Supreme Court, Queens County
Jan 29, 2020
2020 N.Y. Slip Op. 35619 (N.Y. Sup. Ct. 2020)

Opinion

Index No. 706471/2018 Motion Cal. No. 12 Motion Sequence No. 1 NYSCEF DOC. No. 68

01-29-2020

ROBERT E. DINOME, Plaintiff, v. BALKAR SINGH, 5 STAR LEASING INC., DEAN WHITAKER and KOSHANA HART, Defendants.


Unpublished Opinion

Motion Date: December 11,2020

HONORABLE CHEREE A, BUGGS S.C.J.

The following papers numbered 20-26, 29 and 31-39 submitted and considered on this motion by plaintiff ROBERT E. DINOME (hereinafter referred to as "Plaintiff') seeking an Order pursuant to Civil Practice Law and Rules (hereinafter referred to as "CPLR") 3212 for summary judgment finding the named defendants (collectively referred to as "Defendants") were solely responsible for causing the accident.

Papers Numbered

Notice of Motion- Affirmation in Support.....

EF 20-26

Affirmation in Opp- Exhibits.........................

EF 31 -33

Affirmation in Opp- Exhibits.........................

EF 34-36

Reply Affirmation..........................................

EF 37-39

This is a negligence action arisingout of a three car collision that occurred on March 1.2017 at or near Astoria Boulevard.

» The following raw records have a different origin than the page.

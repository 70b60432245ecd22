"""Solving load cases: one factorization per 1-D problem for several load sets at once, with free
rigid-body motions held by Lagrange multipliers (zero component along them), mechanisms reported,
and each case's reactions and displacement field assembled.
"""

from __future__ import annotations

from dataclasses import dataclass
from typing import Sequence

import numpy as np

from sizer.analysis.case import CaseSolution
from sizer.analysis.displacements import Field
from sizer.analysis.element_loads import Terms, case_terms, fixed_end_forces, load_vector
from sizer.analysis.layout import Layout, build_layout
from sizer.analysis.loads import lines_of, points_of
from sizer.analysis.mechanisms import engaged_modes, mechanism_error
from sizer.analysis.problems import Problem, build_problems
from sizer.analysis.reactions import column_reactions
from sizer.analysis.support_stability import check_support_stability
from sizer.analysis.validation import check_geometry, check_loads, check_springs_need_stiffness
from sizer.errors import InputError
from sizer.model import Load, Member, Stiffness


def _solve_free(problem: Problem, loads: np.ndarray) -> np.ndarray:
    """Displacements (size, c) for load columns (size, c), zero component along free rigid-body
    motions (which the loads must not drive). Diagonally scaled for conditioning."""
    free = ~problem.held
    matrix = problem.stiffness[np.ix_(free, free)] + np.diag(problem.springs[free])
    scale = np.sqrt(np.diag(matrix))
    scaled = matrix / np.outer(scale, scale)
    rhs = loads[free] / scale[:, None]
    modes = problem.modes[free] / scale[:, None]
    r = modes.shape[1]
    if r:
        modes = modes / np.linalg.norm(modes, axis=0)
        scaled = np.block([[scaled, modes], [modes.T, np.zeros((r, r))]])
        rhs = np.vstack([rhs, np.zeros((r, rhs.shape[1]))])
    solution = np.linalg.solve(scaled, rhs)[: int(free.sum())]
    displacement = np.zeros(loads.shape)
    displacement[free] = solution / scale[:, None]
    return displacement


@dataclass
class _Solved:
    """Solutions of several load columns, or the mechanism error of each column that has one."""

    solutions: list[CaseSolution | None]
    errors: list[InputError | None]


def solve_columns(member: Member, load_sets: Sequence[Sequence[Load]], names: Sequence[str], stiffness: Stiffness | None) -> _Solved:
    """Solve several load sets on one member with one factorization per problem."""
    check_geometry(member)
    check_loads(member, [load for loads in load_sets for load in loads])
    check_springs_need_stiffness(member, stiffness)
    layout = build_layout(member)
    check_support_stability(member, layout, stiffness)
    problems = build_problems(member, layout, stiffness or Stiffness.unit())
    points = [points_of(loads) for loads in load_sets]
    lines = [lines_of(loads) for loads in load_sets]
    terms = [case_terms(layout, loads) for loads in load_sets]
    fixed = [fixed_end_forces(layout, element_terms) for _, element_terms in terms]
    columns = {name: np.column_stack([load_vector(problem, nodal, f) for (nodal, _), f in zip(terms, fixed)])
               if load_sets else np.zeros((problem.size, 0)) for name, problem in problems.items()}
    errors: list[InputError | None] = []
    for column, case in enumerate(names):
        findings = [(problem, driven) for name, problem in problems.items()
                    if (driven := engaged_modes(problem, columns[name][:, column], layout.length)) is not None]
        errors.append(mechanism_error(member, case, findings) if findings else None)
    displacement = {name: _solve_free(problem, columns[name]) for name, problem in problems.items()}
    if not all(np.isfinite(values).all() for values in displacement.values()):
        raise InputError(member.source, "", "the solution is not a finite number: the member's loads, supports and "
                         "stiffness are too far apart in size to compute", "give values within the ranges of docs/limits.md")
    positions = np.array([s.at for s in member.supports], dtype=float)
    reactions = column_reactions(problems, layout, displacement, list(zip(points, lines)), fixed, positions)
    solutions: list[CaseSolution | None] = []
    for column, case in enumerate(names):
        if errors[column] is not None:
            solutions.append(None)
            continue
        field = None
        if stiffness is not None:
            field = case_field(problems, layout, displacement, column, terms[column][1], fixed[column], stiffness)
        solutions.append(CaseSolution(case, member.length, positions, reactions[column], points[column], lines[column], field, layout.tol))
    return _Solved(solutions, errors)


def case_field(problems: dict[str, Problem], layout: Layout, displacement: dict[str, np.ndarray], column: int,
           terms: Terms, fixed: np.ndarray, stiffness: Stiffness) -> Field:
    """Nodal displacements of one column for interpolation."""
    def at(name: str, freedoms: np.ndarray) -> np.ndarray:
        return displacement[name][freedoms, column][:, None]

    xy, xz = problems["xy"], problems["xz"]
    return Field(layout.nodes, at("axial", problems["axial"].translation), at("torsion", problems["torsion"].translation),
                  at("xy", xy.translation), at("xy", xy.rotations[0]), at("xy", xy.rotations[1]),
                  at("xz", xz.translation), at("xz", xz.rotations[0]), at("xz", xz.rotations[1]),
                  terms.weighted(np.ones(1)), fixed[:, None], stiffness, layout.tol)


def solve_case(member: Member, loads: Sequence[Load], stiffness: Stiffness | None, case: str = "") -> CaseSolution:
    """Solve one load case (loads all of that case). stiffness None: unit rigidities, forces only.
    Raises InputError for a mechanism, for anything off the member, and when stiffness is None and
    the member has springs (forces would depend on the stiffness)."""
    solved = solve_columns(member, [list(loads)], [case], stiffness)
    if solved.errors[0] is not None:
        raise solved.errors[0]
    solution = solved.solutions[0]
    assert solution is not None
    return solution
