"""From a member file to a solved design: the section and material it names, the rigidities that
follow from them, the mass per length for self-weight, and the solution of every load case.

Orientation (docs/design.md section 2): a catalogue section is drawn with its depth along y. "major": the
member's x-y bending uses the section's Iz (major); "minor": the section is turned a quarter turn,
so x-y bending uses the section's Iy (minor) and x-z bending its Iz.
"""

from __future__ import annotations

from dataclasses import dataclass, field
from pathlib import Path
from typing import TYPE_CHECKING, Any, Sequence

from sizer.analysis import MemberSolution, solve_member
from sizer.errors import InputError
from sizer.model import Material, Member, Stiffness
from sizer.phrase import phrase, q
from sizer.units import GRAVITY

if TYPE_CHECKING:
    from sizer.sections.catalogue import Catalogue
    from sizer.sections.properties import SectionProperties


@dataclass
class Design:
    """A member with its section and material resolved and every load case solved."""

    member: Member
    solution: MemberSolution
    material: Material | None = None
    spec: Any = None  # sections.SectionSpec
    props: Any = None  # sections.SectionProperties
    stiffness: Stiffness | None = None
    mass_per_length: float | None = None
    notes: list[str] = field(default_factory=list)

    @property
    def known_material(self) -> Material:
        """The material of a design with a section (the checks and reports run only on those)."""
        if self.material is None:
            raise ValueError("this design has no section and material")
        return self.material

    @property
    def known_stiffness(self) -> Stiffness:
        """The rigidities of a design with a section (the checks and reports run only on those)."""
        if self.stiffness is None:
            raise ValueError("this design has no section and rigidities")
        return self.stiffness


def catalogue_for(member: Member, catalogue_paths: Sequence[Path]) -> Catalogue:
    """The catalogue from --catalogue paths, else the member folder's section_library/, else the shipped one."""
    from sizer.sections import default_catalogue_paths, load_catalogue

    paths = list(catalogue_paths) or default_catalogue_paths(Path(member.source) if member.source else None)
    return load_catalogue(paths)


def shipped_materials() -> dict[str, Material]:
    """The materials of the section_library/ installed with sizer (package data)."""
    from sizer.sections import load_catalogue
    from sizer.sections.catalogue import shipped_library

    return load_catalogue([shipped_library()]).materials


def resolve_material(member: Member, catalogue: Catalogue | None) -> Material:
    """The member's material: from the member file first, then from the catalogue files, then from
    the materials shipped with sizer (so a catalogue of the user's own keeps them; the user's
    definitions win)."""
    if not member.material:
        raise InputError(member.source, "member.material", "no material is given", 'add material = "mild-steel" (defined in [materials.NAME] here or in a catalogue file)')
    if member.material in member.materials:
        return member.materials[member.material]
    if catalogue is not None and member.material in catalogue.materials:
        return catalogue.materials[member.material]
    shipped = shipped_materials()
    if member.material in shipped:
        return shipped[member.material]
    known = sorted(set(member.materials) | set(catalogue.materials if catalogue is not None else ()) | set(shipped))
    raise InputError(member.source, "member.material", f"unknown material {member.material!r}",
                     "define [materials." + member.material + "] or use one of: " + (", ".join(known) or "(none defined)"))


def oriented_stiffness(props: Any, material: Material, orientation: str) -> Stiffness:
    """Member rigidities from section properties: EA, GJ, EIz (x-y bending), EIy (x-z bending).
    `props`: one section's SectionProperties, or a table of many (floats or arrays alike)."""
    E, G = material.elastic_modulus, material.shear_modulus
    major, minor = props.Iz, props.Iy
    if orientation == "minor":
        major, minor = minor, major
    return Stiffness(EA=E * props.area, GJ=G * props.J, EIz=E * major, EIy=E * minor)


def prepare(member: Member, catalogue_paths: Sequence[Path] = (), section: str | None = None,
            need_section: bool = False) -> Design:
    """Resolve section and material and solve. `section` overrides the member file's.

    Without a section (and need_section False) the forces are solved with unit rigidities: self-weight
    and deflections are left out, and a member with springs is refused (its forces depend on stiffness).
    """
    name = section or member.section
    if name is None:
        if need_section:
            raise InputError(member.source, "member.section", "no section is given",
                             'add section = "NAME" under [member] or pass --section NAME')
        solution = solve_member(member, None, None)
        notes = ["No section given: self-weight and deflections are left out; forces use unit rigidities, "
                 "which is exact for these supports (no springs)."]
        return Design(solution.member, solution, notes=notes)
    from sizer.sections import section_properties

    catalogue = catalogue_for(member, catalogue_paths)
    key = "member.section" if section is None else "--section"
    spec = catalogue.get(name, member.source if section is None else "", key)
    material = resolve_material(member, catalogue)
    props = section_properties(spec, material.density)
    misfit = height_outside(member, props)
    if misfit is not None:
        raise misfit
    stiffness = oriented_stiffness(props, material, member.orientation)
    mass = props.area * material.density
    solution = solve_member(member, stiffness, mass if member.self_weight_case else None)
    notes = [f"Section {spec.name} ({spec.shape}) in {member.orientation} orientation, material {material.name} "
             f"(E, G, density from {Path(material.source).name or 'the member file'})."]
    if member.self_weight_case:
        notes.append(phrase("Self-weight ", q("mass_per_length", mass, "kg/m", ".3g"), " x g = ", q("g", GRAVITY, "m/s²"),
                            f" applied along {_gravity_text(member)} in case '{member.self_weight_case}'."))
    else:
        notes.append("Self-weight is not included (self_weight = false).")
    notes.append("Deflections by Euler-Bernoulli beam theory (no shear deformation), small displacements.")
    return Design(solution.member, solution, material, spec, props, stiffness, mass, notes)


def given_heights(member: Member) -> list[tuple[str, float]]:
    """(key, height in m above the shear centre) of every load and restraint height given as a number."""
    found = [(f"loads[{index}].height", load.height) for index, load in enumerate(member.loads, start=1)]
    found += [(f"restraints[{index}].height", restraint.height) for index, restraint in enumerate(member.restraints, start=1)]
    return [(key, float(height)) for key, height in found if isinstance(height, (int, float)) and not isinstance(height, bool)]


def height_outside(member: Member, props: SectionProperties) -> InputError | None:
    """The error for the first load or restraint height (a number, m above the shear centre along the
    section's depth) that lies outside the section `props` (SectionProperties), between its bottom
    and top faces; None when every one lies within. A height outside would turn a load into one hung
    below the section or stood above it, which changes the lateral-torsional buckling load (below:
    on the unsafe side)."""
    return heights_outside_faces(member, props.name, float(props.shear_centre[0]), float(props.y_top), float(props.y_bottom),
                                 float(props.depth))


def heights_outside_faces(member: Member, name: str, y0: float, y_top: float, y_bottom: float, depth: float) -> InputError | None:
    """height_outside from the section's scalars (m): the shear centre's offset y0 from the centroid,
    the distances y_top and y_bottom from the centroid to the top and bottom fibres, the depth."""
    top, bottom = y_top - y0, -y_bottom - y0
    slack = 1e-9 * depth
    for key, height in given_heights(member):
        if not bottom - slack <= height <= top + slack:
            return InputError(member.source, key, f"a height of {height * 1e3:.6g} mm from the shear centre is outside the section "
                              f"{name} (its faces are at {bottom * 1e3:+.1f} mm and {top * 1e3:+.1f} mm)",
                              'give a height within the section, or "top", "centre" or "bottom" (see docs/limits.md)',
                              _line_of(member.source, key))
    return None


def _line_of(source: str, key: str) -> int | None:
    """The line of `key` in the member file `source` (read again: only for a message), None if unknown."""
    from sizer.files import read_text
    from sizer.inputfile import KeyLines

    try:
        return KeyLines(read_text(source)).find(key) if source else None
    except InputError:
        return None


def _gravity_text(member: Member) -> str:
    axis, sign = member.gravity
    return ("+" if sign > 0 else "-") + "xyz"[axis]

Plaintiff claims at 7:00 to 7:30 pm he exited the Grand Central Parkway and brought himself to a "gradual stop" at a red light. That he was stopped at the light for 7-10 seconds when he felt an impact to the rear of his vehicle then 2-3 seconds after he heard the two vehicles behind him collide and felt a second impact to his rear. Plaintiff alleges that prior to the impact, through his rearview mirror he saw the defendant Balkar Singh ("Singh") holding a cell phone, coming towards his vehicle, with windshield wipers and headlights off. Plaintiff claims he neither heard horns nor tires screeching prior to the collisions and that both his brake lights and headlights were working. Plaintiff alleges there was light rain fall at the time but it was still daylight.

Singh claims the incident occurred between 8:00 and 9:00 p.m, that at the time he was leasing a vehicle from defendant 5 Star leasing, Inc. Singh claims the roads were wet due to rain and he had his windshield wipers, headlights and tail lights on. Furthermore, Singh claims he was stopped behind Plaintiff prior to any collision, that his brake lights were also on and he was neither holding nor using his cell phone to text at that time. Singh states 5 seconds prior to the collision he saw defendant Dean Whitaker ("Dean") 4 car lengths behind him traveling at a high rate of speed. Singh claims he did not hear a horn but did hear Dean's brakes coming from behind. Singh states he came into contact with Plaintiffs car after and as a result of Dean coming into contact with his car.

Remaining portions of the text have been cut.